Keep in mind, the function isdigit() reads one character per call. So if it reads the character 9 for example, the value sum should grow by i - '0' (or 57 - 48, or 9). And if there were two characters in sequence, such as 92, reading one character at a time, the value sum would likewise be incremented by 9+2 -> 11, not 92. Given this is what you want, here is how to do it:
The values you have determined are digits are actually ASCII values, so in viewing this table you can see all of the digits will have values from '0' to '9' (or in ASCII, 48 to 57). So in your code you can simply change one line to sum up the value count:
int sum = 0;
file = fopen(filename, "r");
while ((i = fgetc(file)) != EOF) {
if (isdigit(i))
sum += (i - '0');//subtract 48 from every 'i' verified as digit
//Sum will therefore add up values
//between (48-48) to (57-48)
//(or between 0 to 9)
}
printf(f,"Sum of numbers is: %i", sum);
fclose(file);
However, If you want to sum up numeric values represented by a sequence of digits within a buffer, then the code is different. It would require keeping a flag as the buffer content is read.
In pseudo code:
char accumlator[10] = {0}; max possible sequential digits (change as needed)
int found = 0;//flag
int sum = 0;
while ((i = fgetc(file)) != EOF)
{
if (isdigit(i))
{
accumulator[found] = i;
found++;
}
else
{
if(found != 0)
{
sum += atoi(accumulator);
found = 0;
accumulator[0] = 0;
}
}
}
}
The function fgetc only reads a single character that is a potential digit. It does not read a whole number that consist of several digits at once. If you want to read whole numbers, you must change the logic of your program. You can do one of the following:
Use fgetc as you do now and make your program assemble the individual digits into a number, by using the ASCII Code of the digits and converting that to a number using arithmetic. The numerical value of an individual ASCII character digit can be obtained using the expression ascii_code - '0'.

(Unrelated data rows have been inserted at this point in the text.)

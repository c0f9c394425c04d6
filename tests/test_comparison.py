"""Comparing models: likelihood-ratio test against statsmodels, refusal on different rows or non-nested terms."""

from __future__ import annotations

import pytest
import statsmodels.api as sm
from conftest import load_frame
from scipy import stats

import dbfit
from dbfit.assessment.comparison import comparison_table, likelihood_ratio_test


@pytest.fixture
def spector(con):
    frame = sm.datasets.spector.load_pandas().data
    load_frame(con, "spector", frame)
    return frame


def test_likelihood_ratio_test_matches_statsmodels(con, spector):
    # Reference: statsmodels GLM log-likelihoods on statsmodels' spector data: 2 (llf_large - llf_small) on 2 df.
    small = dbfit.fit(con, "GRADE ~ GPA", "spector", progress=False)
    large = dbfit.fit(con, "GRADE ~ GPA + TUCE + PSI", "spector", progress=False)
    test = likelihood_ratio_test(small, large)
    family = sm.families.Binomial()
    ref_small = sm.GLM(spector.GRADE, sm.add_constant(spector[["GPA"]]), family=family).fit()
    ref_large = sm.GLM(spector.GRADE, sm.add_constant(spector[["GPA", "TUCE", "PSI"]]), family=family).fit()
    statistic = 2 * (ref_large.llf - ref_small.llf)
    p_value, df = stats.chi2.sf(statistic, 2), 2
    assert test["deviance_difference"] == pytest.approx(statistic, rel=1e-8)
    assert test["df"] == df == 2
    assert test["p_value"] == pytest.approx(p_value, rel=1e-6)
    table = comparison_table([small, large], ["gpa only", "full"]).to_pydict()
    assert table["aic"] == pytest.approx([ref_small.aic, ref_large.aic], rel=1e-8)
    assert table["holdout_auc"] == [None, None]


def test_models_on_different_rows_are_refused(con, spector):
    small = dbfit.fit(con, "GRADE ~ GPA", "spector", progress=False)
    other = dbfit.fit(con, "GRADE ~ GPA + TUCE", "SELECT * FROM spector WHERE GPA > 2.5", progress=False)
    with pytest.raises(dbfit.FitError, match="not fitted on the same rows"):
        likelihood_ratio_test(small, other)


def test_non_nested_models_are_refused(con, spector):
    a = dbfit.fit(con, "GRADE ~ GPA", "spector", progress=False)
    b = dbfit.fit(con, "GRADE ~ TUCE + PSI", "spector", progress=False)
    with pytest.raises(dbfit.FitError, match="not nested"):
        likelihood_ratio_test(a, b)
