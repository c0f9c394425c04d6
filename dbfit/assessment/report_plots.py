"""The report's four charts as inline SVG: odds-ratio forest plot, ROC curve, calibration plot, gains chart.

Each takes plain pyarrow tables (the model's coefficient table, or the assessment tables) and returns SVG text.
"""

from __future__ import annotations

import math
from html import escape

import pyarrow as pa

from dbfit.assessment.report_format import count, number
from dbfit.assessment.svg import MARGIN_BOTTOM, MARGIN_TOP, Chart, num

ODDS_FLOOR, ODDS_CEILING = 1e-3, 1e3  # odds ratios beyond these are drawn at the edge, marked as cut off
ROW_HEIGHT = 26
FOREST_WIDTH = 760
CHAR_WIDTH = 6.6
LABEL_CHARS = 28


def _short(label: str) -> str:
    return label if len(label) <= LABEL_CHARS else label[: LABEL_CHARS - 1] + "\u2026"


def _odds_range(rows: list[dict]) -> tuple[float, float]:
    values = [1.0]
    for row in rows:
        for key in ("odds_ratio", "odds_ratio_low", "odds_ratio_high"):
            value = row.get(key)
            if value is not None and math.isfinite(value) and value > 0:
                values.append(min(max(value, ODDS_FLOOR), ODDS_CEILING))
    low, high = min(values), max(values)
    low, high = 10 ** (math.floor(math.log10(low) * 2) / 2), 10 ** (math.ceil(math.log10(high) * 2) / 2)
    if high / low < 10:
        centre = math.sqrt(low * high)
        low, high = max(centre / 3.2, ODDS_FLOOR), min(centre * 3.2, ODDS_CEILING)
    return low, high


def forest_plot(coefficients: pa.Table) -> str | None:
    """Odds ratios with their 95 % intervals on a log axis, one row per term; None when only an intercept."""
    rows = [r for r in coefficients.to_pylist() if r["term"] != "intercept"]
    if not rows:
        return None
    labels = max(len(_short(r["term"])) for r in rows)
    left = min(40 + labels * CHAR_WIDTH, 230)
    height = MARGIN_TOP + MARGIN_BOTTOM + ROW_HEIGHT * len(rows)
    chart = Chart.make(
        _odds_range(rows),
        (0, len(rows)),
        "Odds ratios with 95% intervals (log scale)",
        "odds ratio (log scale; 1 = no effect)",
        "",
        "forest",
        x_log=True,
        height=height,
        left=left,
        width=FOREST_WIDTH,
    )
    chart.segment((1.0, 0), (1.0, len(rows)), "no-effect")
    for index, row in enumerate(rows):
        middle = len(rows) - index - 0.5  # the first term at the top
        y = num(chart.y(middle) + 4)
        chart.raw(
            f'<text class="term" x="{num(left - 8)}" y="{y}" text-anchor="end">{escape(_short(row["term"]))}'
            f"<title>{escape(row['term'])}</title></text>"
        )
        if row["estimate"] is None:
            chart.raw(
                f'<text class="aliased-note" x="{num(chart.x(1.0) + 8)}" y="{y}">aliased: no estimate</text>'
            )
            continue
        odds = row["odds_ratio"]
        low, high = row.get("odds_ratio_low"), row.get("odds_ratio_high")
        has_interval = row["std_error"] is not None and low is not None and high is not None
        if has_interval:
            chart.segment((low, middle), (high, middle), "interval")
        least = min(odds, low) if has_interval else odds
        most = max(odds, high) if has_interval else odds
        for beyond, limit, mark in (
            (least < chart.x.low, chart.x.low, "\u25c0"),
            (most > chart.x.high, chart.x.high, "\u25b6"),
        ):
            if beyond:
                chart.raw(
                    f'<text class="cut-off" x="{num(chart.x(limit))}" y="{y}" text-anchor="middle">'
                    f"{mark}<title>cut off: the value lies beyond the axis</title></text>"
                )
        tip = f"{row['term']}: odds ratio {number(odds)}"
        tip += f" [{number(low)}, {number(high)}]" if has_interval else " (penalised: no interval)"
        chart.point(odds, middle, "estimate" if has_interval else "estimate penalised", tip, radius=4.5)
    return chart.svg(y_ticks=False)


def roc_plot(curve: pa.Table, auc: float | None) -> str:
    """True against false positive rate over the thresholds, with the chance diagonal."""
    table = curve.to_pydict()
    points = [
        (f, t)
        for f, t in zip(table["false_positive_rate"], table["true_positive_rate"])
        if f is not None and t is not None
    ]
    title = "ROC curve" + (f" (AUC {auc:.3f})" if auc is not None else "")
    chart = Chart.make(
        (0, 1), (0, 1), title, "false positive rate (1 - specificity)", "true positive rate (recall)", "roc"
    )
    chart.segment((0, 0), (1, 1), "chance")
    if len(points) < 2:
        chart.raw(
            f'<text class="aliased-note" x="{num(chart.x(0.5))}" y="{num(chart.y(0.5))}" '
            'text-anchor="middle">undefined: the rows hold only one class</text>'
        )
    else:
        chart.polyline(points, "curve")
    if auc is not None:
        chart.raw(
            f'<text class="badge" x="{num(chart.x(0.96))}" y="{num(chart.y(0.06))}" text-anchor="end">'
            f"AUC {auc:.3f}</text>"
        )
    return chart.svg()


def calibration_plot(calibration: pa.Table) -> str:
    """Observed event rate against mean predicted probability per score group, with Wilson intervals."""
    table = calibration.to_pylist()
    top = max([r["wilson_high"] for r in table] + [r["mean_predicted"] for r in table] + [0.1])
    top = min(1.0, math.ceil(top * 10 + 1e-9) / 10)
    chart = Chart.make(
        (0, top),
        (0, top),
        "Calibration by score group",
        "mean predicted probability",
        "observed event rate",
        "calibration",
    )
    chart.segment((0, 0), (top, top), "chance")
    chart.polyline([(r["mean_predicted"], r["observed_rate"]) for r in table], "curve")
    for row in table:
        chart.segment(
            (row["mean_predicted"], row["wilson_low"]),
            (row["mean_predicted"], row["wilson_high"]),
            "interval",
        )
        chart.point(
            row["mean_predicted"],
            row["observed_rate"],
            "estimate",
            f"group {row['group']}: {count(row['rows'])} rows, predicted {row['mean_predicted']:.3f}, "
            f"observed {row['observed_rate']:.3f} [{row['wilson_low']:.3f}, {row['wilson_high']:.3f}]",
        )
    return chart.svg()


def gains_plot(gains: pa.Table) -> str:
    """Cumulative share of events found against share of rows taken, highest scores first."""
    table = gains.to_pylist()
    chart = Chart.make(
        (0, 1),
        (0, 1),
        "Cumulative gains",
        "share of rows, highest scores first",
        "share of all events found",
        "gains",
    )
    for row, before in zip(table, [0.0] + [r["share_of_rows"] for r in table]):
        if row["lift"] is not None:
            chart.bar(
                before,
                row["share_of_rows"],
                row["share_of_positives"] or 0.0,
                "step",
                f"group {row['group']}: lift {row['lift']:.2f}, cumulative lift {row['cumulative_lift']:.2f}",
            )
    chart.segment((0, 0), (1, 1), "chance")
    chart.polyline(
        [(0.0, 0.0)] + [(r["share_of_rows"], r["share_of_positives"] or 0.0) for r in table], "curve"
    )
    return chart.svg()


GROUP_RATE_MARKS = (
    ("positive_rate", "estimate", "share flagged"),
    ("true_positive_rate", "rate tpr", "true-positive rate"),
    ("false_positive_rate", "rate fpr", "false-positive rate"),
)


def group_rates_plot(groups: pa.Table) -> str:
    """Per group (one row each, the first at the top): share flagged, true- and false-positive rate at the
    threshold, on a 0-1 axis; a group whose rates are withheld shows a note instead."""
    rows = groups.to_pylist()
    names = ["NULL" if r["group"] is None else str(r["group"]) for r in rows]
    labels = max(len(_short(n)) for n in names)
    left = min(40 + labels * CHAR_WIDTH, 230)
    chart = Chart.make(
        (0, 1),
        (0, len(rows)),
        "Rates at the threshold by group",
        "rate (filled: share flagged; amber: true-positive rate; hollow: false-positive rate)",
        "",
        "group-rates",
        height=MARGIN_TOP + MARGIN_BOTTOM + ROW_HEIGHT * len(rows),
        left=left,
        width=FOREST_WIDTH,
    )
    for index, (row, name) in enumerate(zip(rows, names)):
        middle = len(rows) - index - 0.5
        y = num(chart.y(middle) + 4)
        shown = _short(name) + (" (ref.)" if row["is_reference"] else "")
        chart.raw(
            f'<text class="term" x="{num(left - 8)}" y="{y}" text-anchor="end">{escape(shown)}'
            f"<title>{escape(name)}</title></text>"
        )
        marks = [(key, css, title) for key, css, title in GROUP_RATE_MARKS if row[key] is not None]
        if not marks:
            chart.raw(
                f'<text class="aliased-note" x="{num(chart.x(0.02))}" y="{y}">{escape(row["status"])}: '
                "rates withheld</text>"
            )
        for key, css, title in marks:
            chart.point(row[key], middle, css, f"{name}: {title} {number(row[key])}", radius=4.5)
    return chart.svg(y_ticks=False)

Use fgets instead to read a whole line at once and then use strtol to convert any digits you find into numbers.
Use fscanf() to parse the file and extract the number in one step (not recommended unless you know exactly what you are doing).
Your program only counts the number of digits in the file. Here is a simple solution using getc() to compute the number of all integral numbers in the file without the need for a state machine:
#include <stdio.h>
int count_numbers(const char *filename) {
FILE *fp;
unsigned long long total = 0, current = 0;
int c;
if ((fp = fopen(filename, "r")) == NULL) {
printf("Cannot open input file %s\n", filename);
return -1;
}
while ((c = getc(fp)) != EOF) {
if (c >= '0' && c <= '9') {
current = current * 10 + (c - '0');
} else {
total += current;
current = 0;
}
}
total += current; /* add the last number if at the very end of the file */
printf("Sum of numbers is: %llu\n", total);
fclose(fp);
return 0;
}
Notes:
this program does not handle negative numbers, it ignores negative signs.
it does not handle floating point numbers: processing 1.1 will produce a sum of 2.
very long numbers will produce the result modulo ULLONG_MAX+1 but at least the behavior is defined.
If you want to add all the number strings up in this then you'll have to search for the digits and then convert them from a string to an integer using strtol. Here's how to do that:
#include <ctype.h>
#include <errno.h>
#include <stdio.h>
#include <stdlib.h>
#define OVERFLOW_STR "Number cannot be represented in an int!\n"
int main(int argc, char **argv)
{
FILE *file;
char n[12];
char *p = n;
int i = 0, sum = 0, tmp, old_errno;
if(argc != 2)
{
fprintf(stderr, "Usage: %s file\n", argv[0]);
return EXIT_FAILURE;
}
file = fopen(argv[1], "r");
if(!file)
{
perror("Error opening file");
return EXIT_FAILURE;
}
while(i != EOF)
{
while( (i = fgetc(file)) != EOF &&
i != '-' &&
i != '+' &&
!isdigit(i) )
{
/* empty loop */ ;
}
if(i != EOF)
{
do {
if( p == n + sizeof(n) - 1 ||
((*n != '-' || *n != '+') &&
p == n + sizeof(n) - 2) )
{
fprintf(stderr, "Error: " OVERFLOW_STR);
return EXIT_FAILURE;
}
*p++ = i;
} while( (i = fgetc(file)) != EOF && isdigit(i) );
}
else
break;
*p = 0;
old_errno = errno;
errno = 0;
tmp = strtol(n, NULL, 10);
if( tmp == 0 && errno != 0 )
{
perror("Error converting string");
break;
}
errno = old_errno;
sum += tmp;
p = n;
}
printf("Sum of numbers is: %d\n", sum);
fclose(file);
return 0;
}
This is largely error-checked. There may be corner cases that I have left out.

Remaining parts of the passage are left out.